* ABOUT THIS TASK:
Please repeat the records below exactly, from the first line through the line containing "The geometry is", and nothing more.

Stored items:
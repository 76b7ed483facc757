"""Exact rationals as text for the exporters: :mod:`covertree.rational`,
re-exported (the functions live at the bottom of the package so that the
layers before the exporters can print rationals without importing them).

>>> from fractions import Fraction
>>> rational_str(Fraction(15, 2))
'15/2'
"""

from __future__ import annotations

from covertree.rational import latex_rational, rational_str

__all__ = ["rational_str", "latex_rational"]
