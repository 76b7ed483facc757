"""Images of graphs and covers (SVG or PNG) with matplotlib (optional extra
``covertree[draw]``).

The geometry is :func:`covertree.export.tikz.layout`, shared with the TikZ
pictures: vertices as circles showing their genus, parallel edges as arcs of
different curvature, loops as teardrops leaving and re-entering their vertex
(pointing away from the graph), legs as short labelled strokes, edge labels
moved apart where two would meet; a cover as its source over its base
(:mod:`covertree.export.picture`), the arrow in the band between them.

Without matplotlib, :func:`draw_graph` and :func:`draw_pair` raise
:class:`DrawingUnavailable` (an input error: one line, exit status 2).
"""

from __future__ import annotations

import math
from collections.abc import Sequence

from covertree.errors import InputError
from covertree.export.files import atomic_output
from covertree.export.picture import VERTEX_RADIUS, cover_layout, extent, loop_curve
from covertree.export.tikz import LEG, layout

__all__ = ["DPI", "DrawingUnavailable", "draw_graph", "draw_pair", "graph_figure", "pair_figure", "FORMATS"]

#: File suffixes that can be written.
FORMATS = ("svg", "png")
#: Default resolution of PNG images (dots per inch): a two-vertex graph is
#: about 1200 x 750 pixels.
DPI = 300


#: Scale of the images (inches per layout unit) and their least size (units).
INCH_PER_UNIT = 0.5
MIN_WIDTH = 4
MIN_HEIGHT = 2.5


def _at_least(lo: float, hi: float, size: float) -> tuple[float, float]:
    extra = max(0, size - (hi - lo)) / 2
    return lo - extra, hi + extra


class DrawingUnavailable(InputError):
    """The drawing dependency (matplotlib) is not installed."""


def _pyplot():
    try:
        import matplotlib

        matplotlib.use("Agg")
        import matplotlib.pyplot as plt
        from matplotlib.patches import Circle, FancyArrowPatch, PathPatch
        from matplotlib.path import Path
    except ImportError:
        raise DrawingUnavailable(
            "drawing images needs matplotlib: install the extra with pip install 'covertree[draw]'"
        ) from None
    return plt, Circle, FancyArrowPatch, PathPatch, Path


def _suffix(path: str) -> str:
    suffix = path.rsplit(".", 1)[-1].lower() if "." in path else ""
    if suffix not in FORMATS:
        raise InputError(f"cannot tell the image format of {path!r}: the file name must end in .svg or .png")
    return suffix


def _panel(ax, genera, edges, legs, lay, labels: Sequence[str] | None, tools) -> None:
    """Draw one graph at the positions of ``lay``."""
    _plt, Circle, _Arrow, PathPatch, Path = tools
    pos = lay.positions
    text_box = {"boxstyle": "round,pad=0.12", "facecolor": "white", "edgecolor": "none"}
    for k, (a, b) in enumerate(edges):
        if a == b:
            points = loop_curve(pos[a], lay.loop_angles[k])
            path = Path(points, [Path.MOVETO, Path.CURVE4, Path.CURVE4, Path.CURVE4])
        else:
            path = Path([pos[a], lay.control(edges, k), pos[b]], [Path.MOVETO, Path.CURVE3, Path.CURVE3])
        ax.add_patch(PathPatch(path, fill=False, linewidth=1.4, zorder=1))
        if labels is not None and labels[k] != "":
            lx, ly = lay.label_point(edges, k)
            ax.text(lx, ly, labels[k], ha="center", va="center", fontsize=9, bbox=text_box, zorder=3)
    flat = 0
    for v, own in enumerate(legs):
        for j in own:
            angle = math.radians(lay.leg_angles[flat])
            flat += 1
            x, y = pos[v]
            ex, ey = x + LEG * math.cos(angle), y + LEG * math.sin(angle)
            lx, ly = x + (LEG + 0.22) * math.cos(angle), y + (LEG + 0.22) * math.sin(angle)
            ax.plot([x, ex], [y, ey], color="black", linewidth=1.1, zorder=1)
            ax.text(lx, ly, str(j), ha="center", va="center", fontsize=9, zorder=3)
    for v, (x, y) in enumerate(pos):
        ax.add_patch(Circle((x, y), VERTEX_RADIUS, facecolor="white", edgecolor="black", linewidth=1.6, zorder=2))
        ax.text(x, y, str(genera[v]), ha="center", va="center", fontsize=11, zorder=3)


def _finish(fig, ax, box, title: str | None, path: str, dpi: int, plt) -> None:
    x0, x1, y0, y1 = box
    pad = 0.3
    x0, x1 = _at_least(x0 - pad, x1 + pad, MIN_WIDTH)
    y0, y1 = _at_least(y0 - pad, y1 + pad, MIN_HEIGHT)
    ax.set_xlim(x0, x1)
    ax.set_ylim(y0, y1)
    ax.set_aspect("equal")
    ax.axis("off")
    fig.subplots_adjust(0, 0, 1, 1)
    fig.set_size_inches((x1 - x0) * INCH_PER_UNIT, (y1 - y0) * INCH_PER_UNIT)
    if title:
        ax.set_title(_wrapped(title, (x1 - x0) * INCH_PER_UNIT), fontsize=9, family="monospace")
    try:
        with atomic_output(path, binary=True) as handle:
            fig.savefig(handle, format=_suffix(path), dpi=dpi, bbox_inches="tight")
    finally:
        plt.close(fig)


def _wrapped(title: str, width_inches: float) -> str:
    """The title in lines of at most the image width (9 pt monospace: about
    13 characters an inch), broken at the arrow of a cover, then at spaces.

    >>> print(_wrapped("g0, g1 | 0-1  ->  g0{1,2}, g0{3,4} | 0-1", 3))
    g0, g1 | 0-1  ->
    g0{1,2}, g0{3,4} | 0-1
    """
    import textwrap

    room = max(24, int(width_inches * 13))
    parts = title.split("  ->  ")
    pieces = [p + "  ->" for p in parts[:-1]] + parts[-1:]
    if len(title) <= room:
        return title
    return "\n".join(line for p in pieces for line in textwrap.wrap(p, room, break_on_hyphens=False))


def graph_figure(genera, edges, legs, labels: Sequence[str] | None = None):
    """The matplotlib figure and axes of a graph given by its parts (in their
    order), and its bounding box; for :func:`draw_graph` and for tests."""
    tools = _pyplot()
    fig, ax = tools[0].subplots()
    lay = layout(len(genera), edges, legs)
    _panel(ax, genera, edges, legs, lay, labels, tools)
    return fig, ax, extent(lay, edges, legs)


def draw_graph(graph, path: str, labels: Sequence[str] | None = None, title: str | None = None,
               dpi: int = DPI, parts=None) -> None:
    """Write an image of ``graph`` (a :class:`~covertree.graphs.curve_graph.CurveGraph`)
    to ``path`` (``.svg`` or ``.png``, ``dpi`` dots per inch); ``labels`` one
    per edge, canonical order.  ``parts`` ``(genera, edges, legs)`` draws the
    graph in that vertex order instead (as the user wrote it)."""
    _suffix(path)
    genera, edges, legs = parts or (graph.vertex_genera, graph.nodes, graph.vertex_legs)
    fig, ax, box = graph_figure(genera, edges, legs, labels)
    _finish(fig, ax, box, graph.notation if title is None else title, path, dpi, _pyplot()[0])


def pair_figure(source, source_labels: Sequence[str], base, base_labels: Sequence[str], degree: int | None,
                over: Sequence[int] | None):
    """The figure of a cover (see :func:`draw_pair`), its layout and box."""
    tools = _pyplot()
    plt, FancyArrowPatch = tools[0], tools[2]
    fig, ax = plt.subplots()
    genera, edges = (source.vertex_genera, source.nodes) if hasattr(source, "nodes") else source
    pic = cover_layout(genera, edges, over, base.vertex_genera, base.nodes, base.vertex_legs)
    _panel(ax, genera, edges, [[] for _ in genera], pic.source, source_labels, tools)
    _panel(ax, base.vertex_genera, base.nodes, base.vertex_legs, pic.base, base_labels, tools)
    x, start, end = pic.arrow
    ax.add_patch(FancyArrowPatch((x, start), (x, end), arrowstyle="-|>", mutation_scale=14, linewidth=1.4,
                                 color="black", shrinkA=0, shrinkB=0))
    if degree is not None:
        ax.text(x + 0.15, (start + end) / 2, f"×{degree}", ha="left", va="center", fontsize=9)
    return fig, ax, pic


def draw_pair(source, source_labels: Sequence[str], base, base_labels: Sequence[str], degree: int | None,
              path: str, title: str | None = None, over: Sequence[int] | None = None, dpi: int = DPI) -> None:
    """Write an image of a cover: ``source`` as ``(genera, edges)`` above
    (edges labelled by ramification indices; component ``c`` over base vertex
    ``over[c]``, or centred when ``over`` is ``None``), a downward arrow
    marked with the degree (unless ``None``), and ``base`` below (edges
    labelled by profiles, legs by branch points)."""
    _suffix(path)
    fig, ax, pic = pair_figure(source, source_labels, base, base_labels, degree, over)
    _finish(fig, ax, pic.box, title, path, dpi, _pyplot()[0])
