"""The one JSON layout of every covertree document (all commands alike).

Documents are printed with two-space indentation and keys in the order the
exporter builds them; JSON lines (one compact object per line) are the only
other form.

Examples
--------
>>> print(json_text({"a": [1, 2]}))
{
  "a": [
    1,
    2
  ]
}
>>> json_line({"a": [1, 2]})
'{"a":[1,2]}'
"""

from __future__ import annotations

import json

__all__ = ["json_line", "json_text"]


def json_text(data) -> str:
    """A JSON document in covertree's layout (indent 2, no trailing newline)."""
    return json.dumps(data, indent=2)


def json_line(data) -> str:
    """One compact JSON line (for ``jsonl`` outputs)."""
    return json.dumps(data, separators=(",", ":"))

* ANSWER SPACE:
repository 76b7ed483facc757
"""Exact rationals as text for the exporters: :mod:`covertree.rational`,
re-exported (the functions live at the bottom of the package so that the
layers before the exporters can print rationals without importing them).

>>> from fractions import Fraction
>>> rational_str(Fraction(15, 2))
'15/2'
"""

from __future__ import annotations

from covertree.rational import latex_rational, rational_str

__all__ = ["rational_str", "latex_rational"]
repository 76b7ed483facc757
"""Images of graphs and covers (SVG or PNG) with matplotlib (optional extra
``covertree[draw]``).

The geometry is :func:`covertree.export.tikz.layout`, shared with the TikZ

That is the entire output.